On first pick-up for the purposes of this article, I went in more or less “blind” in terms of not committing any of the special moves to memory or reading up on which characters have the most advantage. I struggled to beat even the “Normal”-levelled AI in the Arcade Mode, and generally found myself getting pretty frustrated with my inability to put up much of an offense against a computer executing some of the more basic character-unique moves. One quick visit to a move list later, I returned with a handful of Luke’s combos in mind and managed to clear the Arcade mode on the hardest difficulty (“Jedi”) on my second go, pretty much by abusing a combination of the “Flying Saber” and “Jedi Precision” attacks. Within an hour, I had additionally cleared the mode as Leia, Han and Chewbacca, unlocking the content associated with beating the game as those characters.
Less than two hours in, I felt I had already well and truly mastered Teräs Käsi.
I’ve previously mentioned on this site that I’m not much a fan of playing fighting games, since I generally lack the aptitude and commitment to play them well. But even still, I have a great deal of respect for the genre and for those who take it seriously: The satisfaction in fighting games comes from pitting yourself against better players, slowly but surely bettering yourself, and eventually feeling as if you are earning your victories as a result of countless hours of practice and perseverance. And so, I can see how a game like Masters of Teräs Käsi could be so loathed by so many from that community — written off as a joke and bemoaned as one of the worst fighting games of all time. There’s little (if anything) to actually master.
There are fighting game players who spend years honing their skill at just one or two years-old games, mastering all their minutia and intricacies, and swearing by the specific feel and flow a particular game might have. Present them with something like Teräs Käsi – which took a total amateur like me something like an afternoon to learn pretty much all there is to it – and there’s probably not much they’re gonna get out of it other than a laugh. There’s a near-instant recognition that the outcome of any given fight in the game isn’t left to skill: It’s simply a matter of who is able to get their combo out first at the beginning of a match, and who the game chooses to recognize as doing so. From there, it’s simply a matter of following up your initial attack with a volley of successive special moves – several of which are straight-up unblockable – and locking your opponent into a combo from which they cannot escape. If I can learn how to pull it off, so can anybody.

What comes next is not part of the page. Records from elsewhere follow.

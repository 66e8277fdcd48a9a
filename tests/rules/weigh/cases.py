"""Case sheets for the tests of the weighing: simulated motors, and sheets of any nonsense."""

import random
from functools import cache

import msgspec
import numpy as np

from calc.induction_3ph import fit
from calc.kinds import MODELS
from calc.quantities import KINDS, MEASURES, STATES, arity
from calc.sheet import CaseSheet, Reading
from calc.twin import Ask, attribute_rows
from rules.answer import Diagnosis
from rules.diagnosing import diagnose
from rules.weigh.predict import in_usual_unit
from tests.calc.induction_3ph.plates import FAN, LIFT, MILL, PUMP, machine
from tests.rules.makers import shipped, value

PLATES = (PUMP, FAN, MILL, LIFT)
USUAL = (
    ("supply_voltage", "loaded"), ("line_current", "loaded"), ("speed", "loaded"), ("input_power", "loaded"),
    ("line_current", "no_load"), ("winding_resistance", "isolated"), ("frame_temperature", "loaded"),
    ("supply_frequency", "loaded"),
)  # fmt: skip


def figures(number: float, digits: int = 4) -> str:
    return f"{number:.{digits}g}" if abs(number) < 1e6 else f"{number:.0f}"


def typed(measure: str, state: str, numbers, **context: str) -> Reading:
    """A reading in the usual unit, as somebody would type it."""
    entry = MEASURES[measure]
    texts = [f"{figures(n)} {entry.usual_unit}".strip() for n in numbers]
    values = tuple(value(text, entry.dimension) for text in texts)
    return Reading(measure=measure, state=state, values=values, **context)


def simulated(
    seed: int,
    effect: str = "none",
    *,
    place: int = 0,
    keys=USUAL,
    complaint: str = "routine_check",
    plate=None,
) -> CaseSheet:
    """A sheet of readings that the model gives for one machine drawn at random, with a meter's noise."""
    chance = np.random.default_rng(seed)
    motor = machine(**(PLATES[seed % len(PLATES)] if plate is None else plate))
    twin = fit(motor)
    modes = twin.modes(effect)
    z = 0.8 * chance.standard_normal((1, twin.dim))
    rows = attribute_rows([modes[place % len(modes)]], z[None], twin.defaults)
    asks = [Ask(m, s, temperature_c=20.0 if s == "isolated" else None) for m, s in keys]
    readings = []
    for ask, found in zip(asks, twin.predict(z, rows, asks), strict=True):
        noise = 0.001 if ask.measure in {"speed", "supply_frequency"} else 0.004
        numbers = [in_usual_unit(ask.measure, float(x)) for x in found[0]]
        numbers = [n * (1.0 + noise * chance.standard_normal()) for n in numbers]
        readings.append(typed(ask.measure, ask.state, numbers))
    return CaseSheet(machine=motor, complaint=complaint, readings=tuple(readings))


def answer(sheet: CaseSheet, **more) -> Diagnosis:
    return diagnose(sheet, knowledge=shipped(), **more)


def odds(sheet: CaseSheet) -> dict[str, float]:
    return {fault.id: fault.probability for fault in answer(sheet).faults}


# Sheets of any nonsense, as plain data.

TYPICAL = {
    "power": 5.0, "voltage": 400.0, "current": 15.0, "frequency": 50.0, "speed": 1450.0, "resistance": 2.0,
    "temperature": 60.0, "velocity": 2.0, "acceleration": 3.0, "capacitance": 40.0, "time": 5.0,
    "level": -45.0,
    "percent": 10.0, "ratio": 0.8, "length": 20.0, "force": 10.0, "rate": 4.0, "count": 10.0, "cable": 30.0,
    "apparent_power": 5.0,
}  # fmt: skip
ODD = (
    "open", ">5 Gohm", "<0.1 Mohm", None, "0", "0 A", "-5 V", "1e30 ohm", "nan", "inf", "abc", "12 V", "",
    "3..2 A",
    "161-193 uF", "9" * 400, True, [], {"a": 1}, "\x1b[31m", "1e-300 ohm", "4,5 A", "½ hp", 7, 7.5,
)  # fmt: skip
PLATE_DIMENSION = {
    "power": "power", "voltage": "voltage", "current": "current", "frequency": "frequency", "speed": "speed",
    "power_factor": "ratio", "efficiency": "percent", "service_factor": "ratio", "poles": "count",
    "locked_rotor_current_ratio": "count", "field_voltage": "voltage", "field_current": "current",
    "run_capacitor": "capacitance", "start_capacitor": "capacitance", "ambient": "temperature",
    "max_speed": "speed",
}  # fmt: skip
UNITS = {"power": "kW", "percent": "%", "capacitance": "uF", "temperature": "degC", "count": "", "ratio": ""}


@cache
def unit_of(dimension: str) -> str:
    usual = next((m.usual_unit for m in MEASURES.values() if m.dimension == dimension), "")
    return UNITS.get(dimension, usual)


def some_text(chance: random.Random, dimension: str, unit: str, wild: float) -> object:
    """One value as typed: mostly a number of the right unit, of any size, now and then something else."""
    if chance.random() < wild:
        return chance.choice(ODD)
    spread = 4.0 if chance.random() < 3 * wild else 0.25
    number = TYPICAL.get(dimension, 1.0) * chance.lognormvariate(0.0, spread)
    if dimension == "count":
        return f"{2 * max(round(number / 2.0), 1)}"
    return f"{number:.{chance.choice((2, 3, 4))}g} {unit}".strip()


def nonsense(seed: int, *, wild: float = 0.02, kinds=(*KINDS,)) -> dict:
    """A sheet that may be anything, the same for the same seed."""
    chance = random.Random(seed)
    kind = chance.choice((*kinds, *MODELS) if kinds == tuple(KINDS) else kinds)
    plate: dict[str, object] = {}
    for name, dimension in PLATE_DIMENSION.items():
        if chance.random() < 0.55:
            plate[name] = some_text(chance, dimension, unit_of(dimension), wild / 4)
    if chance.random() < 0.9:
        plate |= rated(chance, kind, plate)
    if chance.random() < 0.5:
        plate["connection"] = chance.choice(("star", "delta"))
    if chance.random() < 0.2:
        plate["code_letter"] = chance.choice("ABGHKVQ")
    sheet: dict[str, object] = {
        "format": 1,
        "machine": {
            "kind": kind,
            "nameplate": plate,
            "starter": chance.choice((None, "direct", "star_delta")),
            "supply": {"source": chance.choice((None, "mains", "inverter", "rectifier_3ph"))},
        },
        "complaint": chance.choice(sorted(shipped().complaints)),
        "observations": {
            name: chance.random() < 0.5
            for name in chance.sample(sorted(shipped().observations), chance.randrange(6))
        },
        "readings": some_readings(chance, kind, wild),
    }
    if chance.random() < 0.5:
        sheet["kit"] = chance.sample(sorted(kits()), chance.randrange(1, 6))
    sheet["machine"] = {k: v for k, v in sheet["machine"].items() if v is not None}
    return sheet


@cache
def kits() -> frozenset[str]:
    return frozenset(tool for rule in shipped().readings.values() for tool in rule.instruments)


def rated(chance: random.Random, kind: str, plate: dict) -> dict:
    """Fields that could stand together on one plate, for those that are there."""
    volts = chance.choice((24.0, 230.0, 400.0, 690.0))
    amps = 10 ** chance.uniform(0.0, 2.5)
    phases = 3.0**0.5 if kind in {"induction_3ph", "induction_wound_rotor"} else 1.0
    frequency = chance.choice((50.0, 60.0))
    poles = chance.choice((2, 4, 6, 8))
    told = {
        "voltage": f"{volts:g} V", "current": f"{amps:.3g} A", "frequency": f"{frequency:g} Hz",
        "power": f"{volts * amps * phases * chance.uniform(0.5, 0.85) / 1000.0:.3g} kW",
        "speed": f"{120.0 * frequency / poles * chance.uniform(0.93, 0.995):.0f} rpm", "poles": f"{poles}",
        "efficiency": f"{chance.uniform(65.0, 96.0):.1f} %",
        "power_factor": f"{chance.uniform(0.6, 0.93):.2f}",
        "service_factor": chance.choice(("1.0", "1.15")), "max_speed": "3600 rpm",
        "locked_rotor_current_ratio": f"{chance.uniform(4.0, 8.0):.1f}",
        "field_voltage": f"{volts:g} V", "field_current": f"{amps * 0.03:.2g} A",
    }  # fmt: skip
    return {name: text for name, text in told.items() if name in plate}


def some_readings(chance: random.Random, kind: str, wild: float) -> list[dict]:
    rules = [r for r in shipped().readings.values() if r.id in MEASURES and MEASURES[r.id].suits(kind)]
    found = []
    for _ in range(chance.randrange(9)):
        rule = chance.choice(rules)
        entry, count = MEASURES[rule.id], arity(rule.id, kind)
        state = chance.choice(sorted(rule.states) if chance.random() < 0.95 else sorted(STATES))
        first = some_text(chance, entry.dimension, entry.usual_unit, wild)
        others = [some_text(chance, entry.dimension, entry.usual_unit, wild) for _ in range(count)]
        values = [first if chance.random() < 0.4 else other for other in others]
        one: dict[str, object] = {
            "measure": rule.id,
            "state": state,
            "value": values if count > 1 else values[0],
        }
        if chance.random() < 0.2:
            one["temperature"] = some_text(chance, "temperature", "degC", wild)
        if state == "spun":
            one["speed"] = "1450 rpm"
        if chance.random() < 0.5:
            one["note"] = "checked"  # then an implausible value is taken as it is
        found.append(one)
    return found


def numbers_of(thing: object) -> list[float]:
    """Every number anywhere in an answer."""
    if isinstance(thing, bool) or thing is None or isinstance(thing, str):
        return []
    if isinstance(thing, int | float):
        return [float(thing)]
    if isinstance(thing, dict):
        return [n for part in thing.values() for n in numbers_of(part)]
    if isinstance(thing, list | tuple):
        return [n for part in thing for n in numbers_of(part)]
    return [n for name in thing.__struct_fields__ for n in numbers_of(getattr(thing, name))]


def apart(one, other):
    """The largest difference between two tables of odds."""
    return max(abs(one.get(k, 0.0) - other.get(k, 0.0)) for k in one.keys() | other.keys())


def with_readings(sheet, readings):
    """A sheet with other readings."""
    return msgspec.structs.replace(sheet, readings=tuple(readings))
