"""What would change the verdict, proved by feeding it back; and two faults at once."""

from pathlib import Path

import msgspec
import pytest

from calc.kinds import MODELS
from calc.quantities import MEASURES
from calc.sheet import Reading
from calc.sheet_io import read_sheet
from rules.diagnosing import what_would_turn
from tests.rules.makers import shipped, value

from .cases import answer, simulated

FOLDER = Path(__file__).parents[2] / "sheets"
NAMES = [p.stem for p in sorted(FOLDER.glob("*.yaml")) if read_sheet(p).machine.kind in MODELS][::2]


def fed_back(sheet, turn):
    """The sheet with the reading or the answer that is said to turn the decision."""
    if not turn.state:
        return msgspec.structs.replace(
            sheet, observations={**sheet.observations, turn.measure: turn.value == "yes"}
        )
    dimension = MEASURES[turn.measure].dimension
    values = tuple(value(text, dimension) for text in turn.value.split(" / "))
    read = Reading(measure=turn.measure, state=turn.state, values=values)
    return msgspec.structs.replace(sheet, readings=(*sheet.readings, read))


@pytest.mark.parametrize("name", NAMES)
def test_what_is_said_to_turn_the_decision_turns_it(name):
    sheet = read_sheet(FOLDER / f"{name}.yaml")
    now = answer(sheet)
    for turn in what_would_turn(sheet, knowledge=shipped()):
        assert turn.from_decision == now.decision
        assert turn.to_decision != turn.from_decision
        assert answer(fed_back(sheet, turn)).decision == turn.to_decision, turn.text
        assert turn.value in turn.text


def test_an_undecided_case_has_something_that_would_turn_it():
    assert what_would_turn(read_sheet(FOLDER / "painted_over.yaml"), knowledge=shipped())


def test_a_kind_without_a_model_has_nothing_that_would_turn_it():
    assert what_would_turn(read_sheet(FOLDER / "wound_rotor_crusher.yaml"), knowledge=shipped()) == ()


def test_two_faults_are_one_entry_with_both_names_in_order_and_odds_still_sum_to_one():
    # An uneven supply, and a winding that is uneven at rest: one fault cannot do both.
    supply = simulated(2, "voltage_unbalance", complaint="runs_hot")
    winding = simulated(2, "turn_short", complaint="runs_hot").last_reading("winding_resistance", "isolated")
    rest = [r for r in supply.readings if r.measure != "winding_resistance"]
    found = answer(msgspec.structs.replace(supply, readings=(*rest, winding)))
    assert sum(f.probability for f in found.faults) == pytest.approx(1.0, abs=1e-9)
    pairs = [f for f in found.faults if "+" in f.id]
    assert all(f.id.split("+") == sorted(f.id.split("+")) for f in pairs)
    assert all(f.name and f.part for f in pairs)


@pytest.mark.parametrize("effect", ["open_line", "open_phase", "broken_bars", "none"])
def test_where_one_fault_explains_everything_no_two_are_named_first(effect):
    assert "+" not in answer(simulated(6, effect)).faults[0].id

LucasArts lacked the necessary understanding of what exactly makes great fighting games so great. They failed to recognize that even the most casual of fighting game players expect a certain amount of depth and ladder to mastery in order to feel as if a game is worth investing their precious time in. And in failing to understand this, LucasArts managed the feat of creating a fighting game with practically no hurdles to full-on mastery, save for being able to read the instruction manual and commit a handful of inputs to memory.
In the mission to make players feel as if they can embody Jedi masters and seasoned combat practitioners, they neglected to replicate the training and gradual improvement that the player themselves must subject themself to, in order to feel as if they’ve earned the right to use the more advanced and powerful techniques.*** I could probably end the review portion of this article right here, having said all that probably needs to be said about the gameplay. But for the sake of thoroughness, let’s go through some of the additional game modes and incentives to play that the game has to offer.

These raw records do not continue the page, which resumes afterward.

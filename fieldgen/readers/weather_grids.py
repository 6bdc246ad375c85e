"""Gridded weather of a model or an analysis -> pressure and temperature at places and steps.

CF NetCDF, its variables known by standard_name and unit, and GRIB, by parameter. Pressure at the
model's surface together with that surface's height is preferred; sea-level pressure serves without
it. Between cells bilinear (linear in triangles where the grid is not rectangular), between fields
linear in time, never beyond them.
"""

from __future__ import annotations

import importlib.util
import json
import subprocess
import sys
import tempfile
from collections.abc import Callable
from dataclasses import dataclass, field
from pathlib import Path
from typing import NamedTuple

import numpy as np
import pyproj
import xarray as xr

from fieldgen.constants import GRAVITY
from fieldgen.errors import InputError
from fieldgen.quantities import QUANTITIES
from fieldgen.readers.grib_decoder import UNITS
from fieldgen.readers.records import NO_TIME, Rejections
from fieldgen.readers.text import open_bytes

STANDARD_NAMES = {
    "surface_pressure": ("surface_air_pressure",),
    "msl_pressure": ("air_pressure_at_mean_sea_level", "air_pressure_at_sea_level"),
    "temperature": ("air_temperature",),
    "surface_height": ("surface_altitude",),
    "surface_geopotential": ("surface_geopotential", "geopotential"),
}
"""CF standard names by what they are here."""

LONG_NAMES = {
    "mean_temperature": QUANTITIES["mean_temperature"].long_name,
    "temperature": "2 metre temperature",
}
"""Long names of what has no CF standard name, or of what often comes without it."""

_CONVERSIONS = {
    "Pa": ("pressure", 0.01, 0.0), "hPa": ("pressure", 1.0, 0.0), "mbar": ("pressure", 1.0, 0.0),
    "millibar": ("pressure", 1.0, 0.0), "K": ("temperature", 1.0, 0.0),
    "degC": ("temperature", 1.0, 273.15), "degree_Celsius": ("temperature", 1.0, 273.15),
    "Celsius": ("temperature", 1.0, 273.15), "m": ("height", 1.0, 0.0),
    "m2 s-2": ("geopotential", 1.0 / GRAVITY.value, 0.0),
    "m**2 s**-2": ("geopotential", 1.0 / GRAVITY.value, 0.0),
}  # fmt: skip
"""By unit: kind, factor and offset that lead to hPa, K or m."""

_KINDS = {
    "surface_pressure": "pressure", "msl_pressure": "pressure", "temperature": "temperature",
    "mean_temperature": "temperature", "surface_height": "height",
    "surface_geopotential": "geopotential",
}  # fmt: skip

_PLAUSIBLE = {
    "surface_pressure": (400.0, 1100.0), "msl_pressure": (850.0, 1100.0),
    "temperature": (180.0, 340.0), "mean_temperature": (180.0, 320.0),
    "surface_height": (-500.0, 9000.0),
}  # fmt: skip
"""Limits [hPa, K, m] beyond which a value at a place is not used."""

AROUND = 300.0
"""Points of a grid further than this [km] from all places are not looked at."""

PARTS_OF_A_STEP = 4
"""Moments of a step whose mean is the step's value."""

_LEVELS = ("air_pressure", "altitude", "model_level_number", "depth", "geopotential_height")
"""Standard names of vertical coordinates that are not the ground's."""

HIGHEST_THERMOMETER = 10.0
"""Height above the ground [m] up to which an air temperature is that of a screen."""

TIMEOUT_S = 600
"""A decoder that takes longer hangs."""


class GridField(NamedTuple):
    """A quantity at the places: time (m,) datetime64[s], NaT where it never changes; values
    (m, n)."""

    quantity: str
    time: np.ndarray
    values: np.ndarray


@dataclass
class GridRecords:
    """What one file says at the places; it does not tell when it was created."""

    file: str
    fields: list[GridField]
    created: np.datetime64 = NO_TIME
    rejections: Rejections = field(default_factory=Rejections)
    warnings: list[str] = field(default_factory=list)

    @property
    def time(self):
        """Moments (k,) of all fields."""
        return np.concatenate([one.time for one in self.fields])

    def compact(self) -> None:
        """Nothing is held but the values at the places."""


def read_weather_grid(path, *, name: str, longitude, latitude) -> GridRecords:
    """Fields of a NetCDF or GRIB file at places (n,) [degrees].

    Values are NaN at places outside the grid or beside a gap of it. Raises InputError where the
    file is neither, cannot be read, or holds nothing of use.
    """
    with open_bytes(path, name) as file:
        start = file.read(8)
    places = np.asarray(longitude, float), np.asarray(latitude, float)
    if start.startswith(b"GRIB"):
        fields = _read_grib(path, name, *places)
    elif start.startswith((b"CDF", b"\x89HDF")):
        fields = _read_netcdf(path, name, *places)
    else:
        raise InputError(f"{name}: file is neither NetCDF nor GRIB, expected gridded weather.")
    if not fields:
        wanted = ", ".join(dict.fromkeys(n for names in STANDARD_NAMES.values() for n in names))
        raise InputError(
            f"{name}: holds no surface field that is known, expected {wanted} on a grid."
        )
    records = GridRecords(name, [])
    for one in fields:
        records.fields.append(_without_impossible(one, name, records.rejections))
    return records


def _without_impossible(one: GridField, name: str, rejections: Rejections) -> GridField:
    low, high = _PLAUSIBLE[one.quantity]
    with np.errstate(invalid="ignore"):
        impossible = (one.values < low) | (one.values > high)
    if impossible.any():
        what = f"{one.quantity.replace('_', ' ')} outside {low:g} to {high:g}"
        rejections.counts[name, what] += int(impossible.sum())
    return one._replace(values=np.where(impossible, np.nan, one.values))


def _converted(quantity: str, time, values, unit: str, where: str) -> GridField:
    """A field in hPa, K or m."""
    kind, factor, offset = _CONVERSIONS.get(unit, ("", 1.0, 0.0))
    if kind != _KINDS[quantity]:
        known = ", ".join(
            key for key, entry in _CONVERSIONS.items() if entry[0] == _KINDS[quantity]
        )
        raise InputError(f"{where}: units is {unit!r}, expected {known}.")
    quantity = "surface_height" if quantity == "surface_geopotential" else quantity
    return GridField(quantity, time, values * factor + offset)


# ------------------------------------------------------------------------- between the cells


def _interpolate(values, axes, at):
    """Values (m, ...) on axes (south to north, west to east) or points, at places (m, n)."""
    from scipy.interpolate import RegularGridInterpolator

    interpolate = RegularGridInterpolator(
        axes, np.moveaxis(values, 0, -1), bounds_error=False, fill_value=np.nan
    )
    return np.moveaxis(interpolate(np.column_stack(at)), -1, 0)


def _window(axis, at):
    """Indices of an axis, ascending, that surround the places by two cells or more."""
    order = np.argsort(axis)
    ordered = np.asarray(axis, float)[order]
    first = max(np.searchsorted(ordered, np.min(at), side="right") - 3, 0)
    last = np.searchsorted(ordered, np.max(at), side="left") + 3
    return order[first:last]


def _near(longitude, centre: float):
    """The same longitudes [degrees], within half a turn of a centre."""
    return centre + (np.asarray(longitude, float) - centre + 180.0) % 360.0 - 180.0


def _centre(longitude) -> float:
    """The longitude [degrees] in the middle of places, wherever 180 or 360 falls."""
    angle = np.radians(longitude)
    return float(np.degrees(np.arctan2(np.sin(angle).mean(), np.cos(angle).mean())))


def _scattered(grid_longitude, grid_latitude, longitude, latitude):
    """Indices of the points of a grid around the places, and what interpolates between them.

    Linear in the triangles of a plane about the middle of the places (azimuthal equidistant).
    """
    from scipy.interpolate import LinearNDInterpolator

    centre = _centre(longitude), float(np.mean(latitude))
    plane = pyproj.Proj(proj="aeqd", lon_0=centre[0], lat_0=centre[1])
    points = np.column_stack(plane(np.ravel(grid_longitude), np.ravel(grid_latitude)))
    at = np.column_stack(plane(longitude, latitude))
    reach = np.hypot(*at.T).max() + AROUND * 1000.0
    with np.errstate(invalid="ignore"):
        index = np.flatnonzero(np.hypot(*points.T) <= reach)

    def interpolate(values):
        if len(index) < 4:
            return np.full((len(values), len(at)), np.nan)
        return LinearNDInterpolator(points[index], np.moveaxis(values, 0, -1))(at).T

    return index, interpolate


# ------------------------------------------------------------------------------------- GRIB


def _read_grib(path, name: str, longitude, latitude) -> list[GridField]:
    if importlib.util.find_spec("eccodes") is None:
        raise InputError(
            f"{name}: file is GRIB, and its decoder is not installed. "
            "Run pip install 'fieldgen[grib]'."
        )
    centre, margin = _centre(longitude), AROUND / 111.0
    near = _near(longitude, centre)
    wider = margin / max(np.cos(np.radians(np.abs(latitude).max())), 0.1)
    box = (near.min() - wider, latitude.min() - margin, near.max() + wider, latitude.max() + margin)
    with tempfile.TemporaryDirectory() as folder:
        output = Path(folder) / "fields.npz"
        command = [sys.executable, "-m", "fieldgen.readers.grib_decoder", str(path), str(output)]
        command += map(str, box)
        try:
            done = subprocess.run(command, capture_output=True, text=True, timeout=TIMEOUT_S)
        except subprocess.TimeoutExpired:
            raise InputError(f"{name}: GRIB is not decoded after {TIMEOUT_S} s.") from None
        if not output.exists():
            problem = (done.stderr.strip().splitlines() or ["no reason given"])[-1]
            raise InputError(f"{name}: GRIB cannot be decoded: {problem}.")
        with np.load(output) as arrays:
            return _grib_fields(dict(arrays), name, near, latitude)


def _grib_fields(arrays: dict, name: str, longitude, latitude) -> list[GridField]:
    """Fields at the places, of one moment each; the latest forecast of a moment comes last."""
    described = json.loads(str(arrays["fields"]))
    ways: dict[str, Callable] = {}
    found = []
    for index in sorted(range(len(described)), key=lambda i: described[i]["base"]):
        entry = described[index]
        quantity, grid = entry["quantity"], entry["grid"]
        if grid not in ways:
            points = arrays[f"longitude_{grid}"], arrays[f"latitude_{grid}"]
            ways[grid] = _grib_way(*points, longitude, latitude)
        values = _bring_to_places(quantity, ways[grid], arrays[f"values_{index}"][None])
        invariant = quantity in ("surface_height", "surface_geopotential")
        time = np.array(["NaT" if invariant else entry["time"]], "datetime64[s]")
        found.append(_converted(quantity, time, values, UNITS[quantity], name))
    return found


def _grib_way(grid_longitude, grid_latitude, longitude, latitude) -> Callable:
    """What brings values (1, k) on a grid's points to the places."""
    x, column = np.unique(grid_longitude.round(6), return_inverse=True)
    y, row = np.unique(grid_latitude.round(6), return_inverse=True)
    if len(x) * len(y) == len(grid_longitude) and min(len(x), len(y)) > 1:

        def on_axes(values):
            table = np.full((len(values), len(y), len(x)), np.nan)
            table[:, row, column] = values
            return _interpolate(table, (y, x), (latitude, longitude))

        return on_axes
    index, interpolate = _scattered(grid_longitude, grid_latitude, longitude, latitude)
    return lambda values: interpolate(values[:, index])


def _bring_to_places(quantity: str, way: Callable, values):
    """Values at the places; pressure by its logarithm, which is linear in height."""
    if quantity == "surface_pressure":
        with np.errstate(invalid="ignore", divide="ignore"):
            return np.exp(way(np.log(values)))
    return way(values)


# ----------------------------------------------------------------------------------- NetCDF


def _read_netcdf(path, name: str, longitude, latitude) -> list[GridField]:
    try:
        dataset = xr.open_dataset(path, engine="netcdf4")
    except (OSError, ValueError, RuntimeError) as error:  # ValueError: times that make no sense
        raise InputError(f"{name}: cannot be read as CF NetCDF: {error}.") from None
    with dataset:
        return [
            _netcdf_field(dataset, variable, quantity, name, longitude, latitude)
            for variable, quantity in _known_variables(dataset)
        ]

The CD does manage to pack in a number of decently-rendered FMV cutscenes, giving each of the primary characters their own unique epilogues in video form. Unfortunately, most of these are pretty vague, consisting of the winning character striking a pose or flying away in a ship set to swelling music. Mara Jade, Jodo Kast, and the Stormtrooper don’t receive the FMV treatment, but actually get a little block of epilogue text instead — which is arguably more satisfying! However, no ending is more satisfying than Darth Vader’s, which begins with a foreboding text effect instructing all to “HAIL THE NEW EMPEROR.” The next thing you get to see is what appears to be a Death Star laser blowing up a planet that looks like Earth! I’m sure this is supposed to be, like, Corellia or Coruscant or something, but I find it way more entertaining to pretend that Darth Vader’s first order as Emperor is to blow up our planet.
In the event you should get tired of the arcade mode, there are two additional game modes accessible to a single player. The first is Survival mode, which pits you against a gauntlet of back-to-back one round matches where your health doesn’t fully recover between them. I’m sure this isn’t the first fighting game to feature such a mode, but it at least makes for something resembling a challenge in the game even after mastering the secret of the special attacks. However, this game mode does end after a dozen matches rather than continuing until you die, as it’s meant to be your method for unlocking Jodo Kast as a playable character.

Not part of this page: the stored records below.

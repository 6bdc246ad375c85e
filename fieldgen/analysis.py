"""A day's stations -> what their field looks like: scale height, covariance, and who is trusted.

Every day is analysed by itself from a window of hours that ends with it, so that days can be made
in any order, alone or together, and come out the same.
"""

from __future__ import annotations

from dataclasses import dataclass, replace
from datetime import timedelta
from typing import NamedTuple

import numpy as np
import xarray as xr

from fieldgen.kriging.covariance import Covariance, distances
from fieldgen.kriging.error_in_time import Part
from fieldgen.kriging.fitting import (
    AUTO,
    CovarianceFit,
    ScaleHeight,
    fit_covariance,
    fit_scale_height,
)
from fieldgen.kriging.places import PlaceMaker, Places, determine_drift
from fieldgen.kriging.solver import Gaps, Kriging
from fieldgen.settings import KrigingTable, ScreeningTable, Settings
from fieldgen.station.heights import reduction_factor
from fieldgen.station.screening import (
    STATION_FLAGS,
    amid_sharp_weather,
    biased_station,
    disagreements,
    habits,
    lasting_departure,
    level_shift,
    often_gone,
)

MINIMUM_STATIONS = 5
"""An hour with fewer usable stations is written as missing."""

EXCESS_RATIO = 1.5
"""An hour whose error variance is above this many times the station's usual one has its own."""

VARIANCE_FREEDOM = 10
"""Degrees of freedom that the expected factor has against the hour's own: with ten stations both
count alike."""

LEAST_MOISTURE = 1.0
"""Mean water vapour [kg m-2] below which air does not count as drier still."""

SCALE_HEIGHT_MEMORY = timedelta(hours=3)
"""Time after which an hour's scale height says little about the present one. Common practice, no
source."""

There is also Team mode, which allows you to select a team of four characters and pit them against a team of four more. Again, this is only really a slight variation on the standard formula, but at least it’s something else you can do with the game. Additionally, this game mode holds the key to the most hidden secret in the game, where holding L1 + L2 + R1 while selecting the Team mode from the menu activates a “BATTLE FOR MARA JADE.” The game will automatically pick the four stock good guy characters for you to play as against the four stock villains, where your victory will unlock the fearsome female Jedi. Personally, I would’ve hid Slave Leia behind this cryptic code and made Mara Jade more easily accessible (perhaps by beating arcade mode as Arden Lyn) — but hey, maybe that’s just me being a prude.
As a bit of optional levity, there are a handful of codes that can be entered before any given match in the game to deform the character models in various ways. For example, by holding Select on the pre-match load screen, you’ll activate a “Big Head” mode — the staple of mid-to-late-90s cheat modes. There’s an additional input for “Big Head, Hands and Feet” that works as well,**** but the problem with both of these codes is that they only affect the players who input them. In other words, you can’t force gigantic heads on your AI opponents as well, meaning you sadly cannot recreate the climactic battle between Lone Starr and Dark Helmet from Spaceballs without the help of a friend. Also, there’s a “Clean Screen” code you can activate by holding L1 + R2 + Select, but rather than removing all elements of the HUD as you might expect, the character names and timer still remain.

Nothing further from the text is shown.